About this exercise: Only a slice of the listing below is wanted. Retype the lines from the one containing "number, more: Partial<Observation>" through the one containing "export type Try = Pick<", exactly, both ends included.

*** Opening of Exercise material ***

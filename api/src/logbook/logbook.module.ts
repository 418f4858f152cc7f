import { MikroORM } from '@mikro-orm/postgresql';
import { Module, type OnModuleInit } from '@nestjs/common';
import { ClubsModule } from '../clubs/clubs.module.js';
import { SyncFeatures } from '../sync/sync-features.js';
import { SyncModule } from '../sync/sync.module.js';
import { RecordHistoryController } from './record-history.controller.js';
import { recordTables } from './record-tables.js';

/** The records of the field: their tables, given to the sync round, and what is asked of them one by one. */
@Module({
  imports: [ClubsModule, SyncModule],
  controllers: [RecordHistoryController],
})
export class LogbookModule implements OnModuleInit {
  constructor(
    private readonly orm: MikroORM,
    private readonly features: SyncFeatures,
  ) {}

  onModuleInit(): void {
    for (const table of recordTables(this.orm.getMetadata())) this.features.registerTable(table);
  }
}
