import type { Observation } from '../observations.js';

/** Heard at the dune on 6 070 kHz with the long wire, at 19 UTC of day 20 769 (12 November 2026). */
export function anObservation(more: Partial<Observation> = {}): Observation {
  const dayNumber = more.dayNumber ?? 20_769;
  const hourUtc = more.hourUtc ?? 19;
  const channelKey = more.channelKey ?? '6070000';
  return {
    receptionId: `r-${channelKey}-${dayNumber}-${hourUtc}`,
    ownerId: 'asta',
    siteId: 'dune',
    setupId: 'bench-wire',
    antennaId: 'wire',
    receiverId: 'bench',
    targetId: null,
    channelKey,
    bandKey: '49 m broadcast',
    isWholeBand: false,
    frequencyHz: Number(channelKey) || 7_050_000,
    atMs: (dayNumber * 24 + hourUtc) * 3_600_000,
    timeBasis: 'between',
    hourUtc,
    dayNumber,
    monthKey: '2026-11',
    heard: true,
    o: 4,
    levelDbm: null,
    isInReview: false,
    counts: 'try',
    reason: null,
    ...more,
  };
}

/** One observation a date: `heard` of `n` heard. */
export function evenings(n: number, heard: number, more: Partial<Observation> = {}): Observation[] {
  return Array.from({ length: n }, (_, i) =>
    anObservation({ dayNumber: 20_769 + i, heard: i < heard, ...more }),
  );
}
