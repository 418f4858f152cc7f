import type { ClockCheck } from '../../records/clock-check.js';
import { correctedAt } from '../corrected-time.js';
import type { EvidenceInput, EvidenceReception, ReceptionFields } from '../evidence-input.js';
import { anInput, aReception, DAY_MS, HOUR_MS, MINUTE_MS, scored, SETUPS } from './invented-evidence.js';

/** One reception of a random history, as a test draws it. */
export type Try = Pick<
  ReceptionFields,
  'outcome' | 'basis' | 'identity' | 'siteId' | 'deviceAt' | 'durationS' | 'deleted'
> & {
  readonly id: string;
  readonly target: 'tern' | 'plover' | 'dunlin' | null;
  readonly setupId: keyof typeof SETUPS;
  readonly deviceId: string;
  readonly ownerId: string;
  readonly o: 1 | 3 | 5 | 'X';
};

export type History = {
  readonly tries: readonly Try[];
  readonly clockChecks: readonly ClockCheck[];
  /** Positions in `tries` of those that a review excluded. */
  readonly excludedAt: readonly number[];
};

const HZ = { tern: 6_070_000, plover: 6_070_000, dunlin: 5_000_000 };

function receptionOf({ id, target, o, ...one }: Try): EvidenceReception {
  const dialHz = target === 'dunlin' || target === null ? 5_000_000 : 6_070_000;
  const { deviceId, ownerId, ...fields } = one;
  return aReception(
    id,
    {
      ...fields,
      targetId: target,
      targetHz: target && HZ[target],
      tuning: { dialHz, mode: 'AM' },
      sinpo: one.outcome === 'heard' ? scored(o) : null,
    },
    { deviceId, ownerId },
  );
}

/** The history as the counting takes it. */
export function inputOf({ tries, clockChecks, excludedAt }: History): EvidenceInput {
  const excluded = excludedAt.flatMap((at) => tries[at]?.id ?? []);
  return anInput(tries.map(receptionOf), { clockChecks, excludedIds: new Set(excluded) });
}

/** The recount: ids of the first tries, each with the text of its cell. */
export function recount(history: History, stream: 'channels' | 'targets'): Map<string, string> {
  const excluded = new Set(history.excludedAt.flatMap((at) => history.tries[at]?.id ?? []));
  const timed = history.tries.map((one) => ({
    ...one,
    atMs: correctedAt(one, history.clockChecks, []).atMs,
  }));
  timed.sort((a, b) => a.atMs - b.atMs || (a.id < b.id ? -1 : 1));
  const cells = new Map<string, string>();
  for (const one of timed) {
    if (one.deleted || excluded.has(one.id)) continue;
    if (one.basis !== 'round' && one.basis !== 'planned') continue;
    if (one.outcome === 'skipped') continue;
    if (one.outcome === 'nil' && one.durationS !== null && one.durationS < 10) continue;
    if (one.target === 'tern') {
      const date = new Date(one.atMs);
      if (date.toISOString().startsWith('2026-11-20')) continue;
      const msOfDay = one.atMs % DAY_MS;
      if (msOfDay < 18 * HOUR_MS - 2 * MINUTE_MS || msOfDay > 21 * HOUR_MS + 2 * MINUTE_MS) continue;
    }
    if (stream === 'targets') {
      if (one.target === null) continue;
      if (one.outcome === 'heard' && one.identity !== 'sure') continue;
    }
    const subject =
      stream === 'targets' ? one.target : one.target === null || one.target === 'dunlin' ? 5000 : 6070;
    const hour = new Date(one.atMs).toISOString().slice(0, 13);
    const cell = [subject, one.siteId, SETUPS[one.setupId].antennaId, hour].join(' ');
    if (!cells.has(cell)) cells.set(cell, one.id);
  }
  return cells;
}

*** Close of Exercise material ***

Exercise answer:
export function evenings(n: number, heard: number, more: Partial<Observation> = {}): Observation[] {
  return Array.from({ length: n }, (_, i) =>
    anObservation({ dayNumber: 20_769 + i, heard: i < heard, ...more }),
  );
}
repository 418f4858f152cc7f
import type { ClockCheck } from '../../records/clock-check.js';
import { correctedAt } from '../corrected-time.js';
import type { EvidenceInput, EvidenceReception, ReceptionFields } from '../evidence-input.js';
import { anInput, aReception, DAY_MS, HOUR_MS, MINUTE_MS, scored, SETUPS } from './invented-evidence.js';

/** One reception of a random history, as a test draws it. */
export type Try = Pick<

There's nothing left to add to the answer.